Langevin Quasi-Monte Carlo

TL;DR

This paper introduces a novel approach combining Langevin Monte Carlo with quasi-random sequences to reduce sampling error in high-dimensional distributions, supported by theoretical proofs and numerical experiments.

Contribution

It proposes using completely uniformly distributed sequences in Langevin Monte Carlo to improve sampling accuracy over traditional methods.

Findings

LMC with CUD sequences achieves lower estimation error.

Theoretical proof of improved convergence under smoothness and convexity.

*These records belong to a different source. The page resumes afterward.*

"""Fit the parametric form J = l cos(chi)^m exp(-n sec(chi)) to a computed J(SZA) curve.

Least squares in log J (scipy.optimize.least_squares), so that small J near the
horizon weigh as much as large J at high sun.  With an air mass a(chi),

    log J = log l - m log a(chi) - n a(chi).

Without ``altitude_m`` the air mass is sec(chi) (the published form) and
only points below ``max_sza_deg`` (default 85 deg, where sec(chi) is still a
fair air mass) enter the fit.  With ``altitude_m`` the air mass is the one
runs use for the parametric form at that altitude
(:func:`boxchem.photolysis.rates.parametric_air_mass`: sec(chi) to 75 deg,
scaled Chapman air mass beyond), and points up to the box's horizon enter
the fit, so fitted l m n reproduce the curve where polar runs need them.
"""
from __future__ import annotations

import numpy as np
from scipy.optimize import least_squares


def fit_lmn(sza_deg, j, *, altitude_m: float | None = None, max_sza_deg: float | None = None):
    """Return (l [s-1], m [1], n [1], rms of log residuals) fitted to J(SZA) [s-1].

    ``sza_deg`` [degrees], ``j`` [s-1]; ``altitude_m`` [m] selects the air
    mass runs use at that altitude (see the module docstring).
    """
    from ..environment.solar import horizon_zenith_angle
    from .rates import parametric_air_mass

    chi = np.asarray(sza_deg, dtype=float)
    jv = np.asarray(j, dtype=float)
    if max_sza_deg is None:
        max_sza_deg = 85.0 if altitude_m is None else float(horizon_zenith_angle(altitude_m))
    use = (jv > 0.0) & (chi < max_sza_deg)
    if np.count_nonzero(use) < 3:
        raise ValueError(f"fit_lmn: need at least 3 points with J > 0 and SZA < {max_sza_deg:g} deg, "
                         f"got {np.count_nonzero(use)}")
    if altitude_m is None:
        a = 1.0 / np.cos(np.radians(chi[use]))
    else:
        a = parametric_air_mass(chi[use], altitude_m)
    y = np.log(jv[use])

    def residual(p):
        return p[0] - p[1] * np.log(a) - p[2] * a - y

    guess = np.array([y.max(), 1.0, 0.1])
    sol = least_squares(residual, guess, bounds=([-np.inf, -5.0, 0.0], [np.inf, 10.0, 20.0]))
    rms = float(np.sqrt(np.mean(sol.fun**2)))
    return float(np.exp(sol.x[0])), float(sol.x[1]), float(sol.x[2]), rms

Numerical experiments confirm the effectiveness of the proposed method.

Abstract

Langevin Monte Carlo (LMC) and its stochastic gradient versions are powerful algorithms for sampling from complex high-dimensional distributions. To sample from a distribution with density $\pi(\theta)\propto \exp(-U(\theta)) $, LMC iteratively generates the next sample by taking a step in the gradient direction $\nabla U$ with added Gaussian perturbations. Expectations w.r.t. the target distribution $\pi$ are estimated by averaging over LMC samples. In ordinary Monte Carlo, it is well known that the estimation error can be substantially reduced by replacing independent random samples by quasi-random samples like low-discrepancy sequences. In this work, we show that the estimation error of LMC can also be reduced by using quasi-random samples. Specifically, we propose to use completely uniformly distributed (CUD) sequences with certain low-discrepancy property to generate the Gaussian perturbations. Under smoothness and convexity conditions, we prove that LMC with a low-discrepancy CUD sequence achieves smaller error than standard LMC. The theoretical analysis is supported by compelling numerical experiments, which demonstrate the effectiveness of our approach.